HARRIS’S PUBLICITY OVER the McGillivray Knowles affair did him little harm when the 1919 osa exhibition opened at the Art Gallery of Toronto (as the museum had been newly christened) in the first week of March. If Jackson drew the critical attention in 1913 and MacDonald in 1916, by 1919 it was Harris’s turn to be both extolled as leader of the new movement in Canadian painting and castigated as a purveyor of crude and tasteless canvases.

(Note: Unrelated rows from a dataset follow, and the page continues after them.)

/** Directions of import: every import of every room against the table of the architecture. */
import { readdirSync, readFileSync } from "node:fs";
import { isBuiltin } from "node:module";
import path from "node:path";
import ts from "typescript/lib/typescript.js";
import { describe, expect, it } from "vitest";

const ROOT = path.join(import.meta.dirname, "../..");

/** What a room may import beside itself; `types:` allows type-only imports, `node` Node's own modules. */
const TABLE: Readonly<Record<string, readonly string[]>> = {
  "extension/units": [],
  "extension/model": [],
  "extension/declarations": ["model", "units", "valibot"],
  "extension/evaluator": ["typescript"],
  "extension/rules": ["model", "units", "types:declarations", "types:evaluator"],
  "extension/proposals": ["model", "units", "types:declarations", "types:evaluator"],
  "extension/analysis": ["units", "model", "declarations", "evaluator", "rules", "proposals", "valibot"],
  "extension/report": ["units", "types:analysis"],
  "extension/features": ["units", "model", "declarations", "evaluator", "rules", "analysis", "report"],
  "extension/protocol": [
    ...typesOf(["units", "model", "declarations", "evaluator", "rules", "analysis", "report", "features"]),
    "valibot",
  ],
  "extension/server": [
    ...["units", "model", "declarations", "evaluator", "rules", "analysis", "report", "features", "protocol"],
    ...["vscode-languageserver", "vscode-languageserver-textdocument", "node-entry"],
  ],
  "extension/command": ["analysis", "report", "node"],
  "extension/client": ["protocol", "vscode", "vscode-languageclient", "node-entry"],
  webview: ["protocol", "units", "chart.js", "chartjs-plugin-annotation"],
};

/** Files of server and client that run on Node alone; all others there also run in a browser worker. */
const NODE_ENTRIES = new Set(["extension/server/node.ts", "extension/server/start.ts", "extension/client/main.ts"]);

interface Import {
  readonly from: string;
  readonly specifier: string;
  readonly typeOnly: boolean;
}

describe("directions of import", () => {
  it("has a row for every room, and every room has files", () => {
    const rooms = readdirSync(path.join(ROOT, "extension"), { withFileTypes: true })
      .filter((entry) => entry.isDirectory() && entry.name !== "build")
      .map((entry) => `extension/${entry.name}`);
    expect([...rooms, "webview"].sort()).toEqual(Object.keys(TABLE).sort());
    for (const room of Object.keys(TABLE)) expect(sourcesOf(room), room).not.toEqual([]);
  });

  it.each(Object.keys(TABLE))("%s imports only what it may", (room) => {
    expect(
      sourcesOf(room)
        .flatMap(importsOf)
        .filter((one) => !isAllowed(room, one)),
    ).toEqual([]);
  });

  it("would notice a wrong import", () => {
    expect(
      isAllowed("extension/model", { from: "extension/model/motor.ts", specifier: "../units/parse.js", typeOnly: true }),
    ).toBe(false);
    expect(isAllowed("extension/model", { from: "extension/model/motor.ts", specifier: "node:fs", typeOnly: false })).toBe(false);
    expect(
      isAllowed("extension/report", { from: "extension/report/text.ts", specifier: "../analysis/judge.js", typeOnly: false }),
    ).toBe(false);
    expect(isAllowed("extension/server", { from: "extension/server/session.ts", specifier: "node:fs", typeOnly: false })).toBe(
      false,
    );
  });
});

function isAllowed(room: string, { from, specifier, typeOnly }: Import): boolean {
  const allowed = TABLE[room] ?? [];
  if (!specifier.startsWith(".")) {
    if (isBuiltin(specifier)) return allowed.includes("node") || (allowed.includes("node-entry") && NODE_ENTRIES.has(from));
    return allowed.some((name) => specifier === name || specifier.startsWith(`${name}/`));
  }
  const target = path.posix.normalize(path.posix.join(path.posix.dirname(from), specifier));
  if (target.startsWith(`${room}/`)) return true;
  const other = /^extension\/([^/]+)\//.exec(target)?.[1] ?? "";
  return allowed.includes(other) || (typeOnly && allowed.includes(`types:${other}`));
}

function sourcesOf(room: string): string[] {
  return readdirSync(path.join(ROOT, room), { recursive: true, encoding: "utf8" })
    .filter((name) => name.endsWith(".ts") && !name.endsWith(".d.ts"))
    .map((name) => path.posix.join(room, name.split(path.sep).join("/")));
}

function importsOf(from: string): Import[] {
  const source = ts.createSourceFile(from, readFileSync(path.join(ROOT, from), "utf8"), ts.ScriptTarget.Latest, true);
  const found: Import[] = [];
  const visit = (node: ts.Node): void => {
    if (
      (ts.isImportDeclaration(node) || ts.isExportDeclaration(node)) &&
      node.moduleSpecifier &&
      ts.isStringLiteral(node.moduleSpecifier)
    ) {
      found.push({ from, specifier: node.moduleSpecifier.text, typeOnly: isTypeOnly(node) });
    }
    const [argument] = ts.isCallExpression(node) && node.expression.kind === ts.SyntaxKind.ImportKeyword ? node.arguments : [];
    if (argument && ts.isStringLiteral(argument)) found.push({ from, specifier: argument.text, typeOnly: false });
    ts.forEachChild(node, visit);
  };
  visit(source);
  return found;
}

function isTypeOnly(node: ts.ImportDeclaration | ts.ExportDeclaration): boolean {
  if (ts.isExportDeclaration(node)) {
    return (
      node.isTypeOnly ||
      (node.exportClause !== undefined &&
        ts.isNamedExports(node.exportClause) &&
        node.exportClause.elements.every((one) => one.isTypeOnly))
    );
  }
  const { importClause } = node;
  if (importClause === undefined) return false;
  if (importClause.phaseModifier === ts.SyntaxKind.TypeKeyword) return true;
  const { namedBindings, name } = importClause;
  return (
    name === undefined &&
    namedBindings !== undefined &&
    ts.isNamedImports(namedBindings) &&
    namedBindings.elements.every((one) => one.isTypeOnly)
  );
}

function typesOf(rooms: readonly string[]): string[] {
  return rooms.map((room) => `types:${room}`);
}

Although he blocked Elizabeth McGillivray Knowles from showing two small paintings, Harris elected to exhibit no fewer than eight of his own. Two of them, Snow v and Snow vi, were from his series of Fjaestad-inspired snowy landscapes. He also exhibited six urban scenes, including Outskirts of Toronto and a second view of Earlscourt called Shacks, Earlscourt. The sheer volume of wall space devoted to Harris, together with the eye-catching colour of his works, meant he inevitably attracted a good deal of critical attention. The photographer Lew
is W. Clemens, writing for Toronto Sunday World, believed the raw power of these works emphatically announced Harris’s position as the “most important leader” of the modernist movement in Canadian art. His work “possesses strength in colour composition and tone,” wrote Clemens. “Anyone who is at all interested in the art of Canada should not under any circumstances miss seeing this exhibition.” 6
Not everyone was so enthralled. Harris’s bright colours and scenes of urban destitution unsettled the reviewer for the Toronto Telegram, who wrote an article entitled “Noisy Chaos of Colour in osa Exhibition.” He found the exhibition to be “dominated by the astonishing canvases from the workshop of Lawren Harris . . . This year Mr. Harris has pressed the very brightest tubes upon his palette, and has let his brush, knife, trowel, shovel or whatever tool he has used run away with itself. The pictures shout from the walls, and quite disturb the equanimity of the show.” The reviewer for The Weekly Sun was likewise taken aback by their gaudiness. Perplexed by the brazen and seemingly eccentric use of colour, he attempted to describe Snow vi to his readers: “The trees are mauve with patches of yellow—road mauve—houses orange with yellow snow on roofs. Sky green. Now I know that snow under strong sunlight is yellow, and that the shadows are mauve, and so are tree trunks . . . But certainly the colours are exaggerated.” 7 More than five years after the Hot Mush controversy and three years on from The Tangled Garden, some in Toronto were still dumbfounded and affronted by a few strokes of chrome yellow and cobalt violet.